For devices to communicate on a network, they need to be able to link two important pieces of information. The first is an IP address, which you can think of like a parking space that's available on a network. The router checks to see which space is available at any given time and assigns an IP address that isn't being used to any device that connects to the network.

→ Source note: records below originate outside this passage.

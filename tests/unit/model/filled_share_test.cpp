// SPDX-License-Identifier: GPL-2.0-or-later
#include "model/filled_share.h"

#include <gtest/gtest.h>

#include <cmath>

#include "support/sky_builder.h"

namespace foreglow {
namespace {

using testing::sample;

constexpr double pi = 3.14159265358979323846;

double sigma_of(Angle fwhm) {
    return fwhm.radians() / std::sqrt(8 * std::log(2.0));
}

// The oracle: the Gaussian's weight on filled pixels by a sum over the points of a grid 8 times finer.
double share_by_sum(const HealpixGrid& grid, const std::vector<double>& values, const Vector3& at,
                    double sigma) {
    const HealpixGrid fine(8 * grid.nside());
    double filled = 0, all = 0;
    for (std::int64_t p = 0; p < fine.npix(); ++p) {
        const Vector3 n = fine.direction(p);
        const double cosine = n[0] * at[0] + n[1] * at[1] + n[2] * at[2];
        const double distance = std::acos(std::min(1.0, cosine));
        if (distance > 6 * sigma) continue;
        const double weight = std::exp(-0.5 * distance * distance / (sigma * sigma));
        all += weight;
        if (!is_defined(values[static_cast<std::size_t>(grid.pixel_at(n))])) filled += weight;
    }
    return filled / all;
}

TEST(FilledShare, IsTheWeightOfTheBeamOnFilledPixels) {
    const HealpixGrid grid(8);
    auto values = sample(grid, [](const Vector3& n) {
        return n[2] > 0.85 || std::abs(n[0] + 0.7) < 0.05 ? undefined_pixel : 1.0;
    });
    values[380] = undefined_pixel;  // a lone one
    for (const double degrees : {16.0, 30.0}) {
        const Angle fwhm = Angle::from_degrees(degrees);
        const FilledShare share(grid, Frame::Galactic, values, fwhm);
        ASSERT_TRUE(share.any());
        const auto found = share.under_beam(fwhm, Frame::Galactic);
        double worst = 0, worst_near_threshold = 0;
        for (std::int64_t p = 0; p < grid.npix(); p += 11) {
            const double expected = share_by_sum(grid, values, grid.direction(p), sigma_of(fwhm));
            const double error = std::abs(found[static_cast<std::size_t>(p)] - expected);
            worst = std::max(worst, error);
            if (expected < 0.05) worst_near_threshold = std::max(worst_near_threshold, error);
        }
        EXPECT_LT(worst_near_threshold, 3e-3);  // 2e-3 promised near 1 %, and the oracle's own sum
        EXPECT_LT(worst, 1.5e-2);  // 1e-2 promised, and sigma^2/6 of the oracle's flat-sky Gaussian
    }
}

TEST(FilledShare, TurnsWithTheFrame) {
    const HealpixGrid grid(16);
    const auto values = sample(grid, [](const Vector3& n) { return n[2] > 0.7 ? undefined_pixel : 1.0; });
    const Angle fwhm = Angle::from_degrees(10);
    const FilledShare share(grid, Frame::Galactic, values, fwhm);
    const auto turned = share.under_beam(fwhm, Frame::Icrs);
    const Matrix3 back = rotation_between(Frame::Icrs, Frame::Galactic);
    for (std::int64_t p = 0; p < grid.npix(); ++p) {
        const double z = rotate(back, grid.direction(p))[2];
        const double from_edge = std::acos(z) - std::acos(0.7);
        if (from_edge > 3.5 * sigma_of(fwhm)) {
            EXPECT_LT(turned[static_cast<std::size_t>(p)],
                      0.004);  // tail 2e-4, pixel shapes, 2e-3 of accuracy
        } else if (from_edge < -3.5 * sigma_of(fwhm)) {
            EXPECT_GT(turned[static_cast<std::size_t>(p)], 0.985);  // 1e-2 of accuracy where all is filled
        }
    }
}

TEST(FilledShare, OfACompleteMapIsNone) {
    EXPECT_FALSE(
        FilledShare(HealpixGrid(2), Frame::Galactic, std::vector<double>(48, 1.0), Angle::from_degrees(5))
            .any());
}

TEST(EquivalentFwhm, OfAGaussianIsItsOwn) {
    const HealpixGrid grid(64);
    for (const double degrees : {2.0, 5.0, 20.0}) {
        const BeamWindow beam = make_gaussian_beam(Angle::from_degrees(degrees), 192);
        // The window is looked at at whole l only: half falls at l = 1.2 times 180/fwhm deg or so, and the
        // next l is taken.
        const double half_l = 0.5 * 187 / degrees;
        EXPECT_NEAR(equivalent_fwhm(beam, grid).degrees(), degrees, degrees / half_l + 1e-9);
        EXPECT_LE(equivalent_fwhm(beam, grid).degrees(), degrees * (1 + 1e-12));
    }
}

TEST(EquivalentFwhm, ContinuesAWindowThatEndsEarly) {
    const BeamWindow beam = make_gaussian_beam(Angle::from_degrees(2), 40);  // still 0.84 at its end
    EXPECT_NEAR(equivalent_fwhm(beam, HealpixGrid(64)).degrees(), 2, 1e-9);
}

TEST(EquivalentFwhm, IsNeverBelowAPixel) {
    const HealpixGrid grid(16);
    const double pixel = std::sqrt(4 * pi / 3072);
    EXPECT_NEAR(equivalent_fwhm(make_gaussian_beam(Angle(), 32), grid).radians(), pixel, 1e-14);
    EXPECT_NEAR(equivalent_fwhm(make_gaussian_beam(Angle::from_degrees(1), 32), grid).radians(), pixel,
                1e-14);
}

}  // namespace
}  // namespace foreglow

Because a different space might be available at different times, your IP address on a network may be different on any given day. Your IP address will also change each time you join a new Wi-Fi network, as the router behind that network will assign you an IP address according to however the network was set up.

The second piece of information needed to deliver information across a network is a MAC address. A MAC address is like the license plate of a vehicle and stays with your device the same way. While your IP address changes depending on the network you're connected to, your MAC address stays the same. Like the license plate of a vehicle, a MAC address remains unchanged as it's assigned different parking spaces on networks throughout the day.

In our analogy of the vehicle parking in different parking spaces, we would need two pieces of information to locate our vehicle at any given time. The first would be a unique description of the vehicle, like the license plate, or MAC address, so that we know when we find it. The second is the parking space, or IP address, the vehicle is currently assigned, allowing us to both physically locate and verify we have the correct vehicle within all the possible spaces it could occupy.

The MAC and IP address of devices on the network are linked together in a table called an ARP cache that's used to route messages across a network. To populate this cache, computers request the MAC address of other devices assigned a particular IP address on the network by sending them an ARP request. While all devices on a network receive and process these requests, only devices with the matching IP address will reply with their MAC.

ARP requests are how computers on a network automatically request each other's IP and MAC address information. While essential for being able to communicate with other devices on a network, they can also be abused due to the fact that anyone can send an ARP request and include false information.

ARP for Reconnaissance

To understand why ARP is useful for recon, we can take a look at ARP requests in Wireshark. In the capture below, I've listened in on traffic in public for about 60 seconds to discover ARP requests from local devices. These requests are incredibly simple, but provide the background information needed for the network to function.

In these requests, we can see the simplified version of the message spelled out. Each request asks "Who is at this IP address?" and lists an IP address to reply to with the information requested. Whichever device is at that IP address replies with its MAC address, allowing an attacker to sit back and passively use ARP to identify which device is at a particular IP address. Moreover, MAC addresses can be used to look up the manufacturer of the device, meaning we can also start to guess about what kind of device is residing at that IP address.

Looking at the structure of the ARP request in Wireshark, you can see that while there is a sender IP address specified, the target MAC address is set to 00:00:00:00:00:00. This is the broadcast address, meaning that all devices on the network will receive and process this request, but only reply if the "target IP address" of 192.168.43.132 matches that of the device receiving the request.

We can use ARP requests to scope out a network in one of two ways, active scanning or passive discovery.

Active vs. Passive Recon

For a hacker or red team exploring a network, active scanning can easily lead to being discovered. One of the safest ways to avoid discovery is to not do things that are clearly associated with attacks, like aggressive scanning of networks using tools that generates lots of suspicious traffic. ARP can be a gold mine when it comes to avoiding discovery in this way, and it can be used to locate nearly every device on a network without running a single scan.

If the risk of discovery isn't too high, more active ARP manipulation can allow a hacker to map, reroute, and even disable a network in a matter of minutes. In the first phase of the attack, a hacker can send out ARP requests to every possible IP address on the network. After getting a list of every device out there, the hacker can send ARP replies to trick any device on the network into assigning the attacker's MAC address to the router's IP address, accidentally sending traffic meant to the router to the attacker's device instead.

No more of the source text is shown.